Problem to solve -
Go over the lines below, and when one contains the word "windowMs", copy it.

═══ Exercise material ═══

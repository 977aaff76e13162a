import { and, eq, gt, sql } from 'drizzle-orm';
import type { DbOrTx } from '../../db/client';
import { throttleCounters } from '../../db/schema/index';

/** Fixed-window hit counters in PostgreSQL, so every app process counts against the same limit. */
export function createThrottleRepo(db: DbOrTx) {
  return {
    /** Counts one hit; a window that has ended starts again at 1. */
    async hit(key: string, windowMs: number, now: Date): Promise<{ hits: number; resetAt: Date }> {
      const resetAt = new Date(now.getTime() + windowMs);
      const [row] = await db
        .insert(throttleCounters)
        .values({ key, hits: 1, resetAt })
        .onConflictDoUpdate({
          target: throttleCounters.key,
          set: {
            hits: sql`case when ${throttleCounters.resetAt} <= ${now} then 1 else ${throttleCounters.hits} + 1 end`,
            resetAt: sql`case when ${throttleCounters.resetAt} <= ${now} then ${resetAt} else ${throttleCounters.resetAt} end`,
          },
        })
        .returning({ hits: throttleCounters.hits, resetAt: throttleCounters.resetAt });
      return row!;
    },

    /** Takes back one hit of a window still running (a request that turned out not to count). */
    async unhit(key: string, now: Date): Promise<void> {
      await db
        .update(throttleCounters)
        .set({ hits: sql`greatest(${throttleCounters.hits} - 1, 0)` })
        .where(and(eq(throttleCounters.key, key), gt(throttleCounters.resetAt, now)));
    },

    async read(key: string, now: Date): Promise<{ hits: number; resetAt: Date } | undefined> {
      const [row] = await db
        .select({ hits: throttleCounters.hits, resetAt: throttleCounters.resetAt })
        .from(throttleCounters)
        .where(and(eq(throttleCounters.key, key), gt(throttleCounters.resetAt, now)));
      return row;
    },

    async clear(key: string): Promise<void> {
      await db.delete(throttleCounters).where(eq(throttleCounters.key, key));
    },

    async purgeEnded(now: Date): Promise<void> {
      await db.delete(throttleCounters).where(sql`${throttleCounters.resetAt} <= ${now}`);
    },
  };
}

export type ThrottleRepo = ReturnType<typeof createThrottleRepo>;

═══

Answer -
    async hit(key: string, windowMs: number, now: Date): Promise<{ hits: number; resetAt: Date }> {
      const resetAt = new Date(now.getTime() + windowMs);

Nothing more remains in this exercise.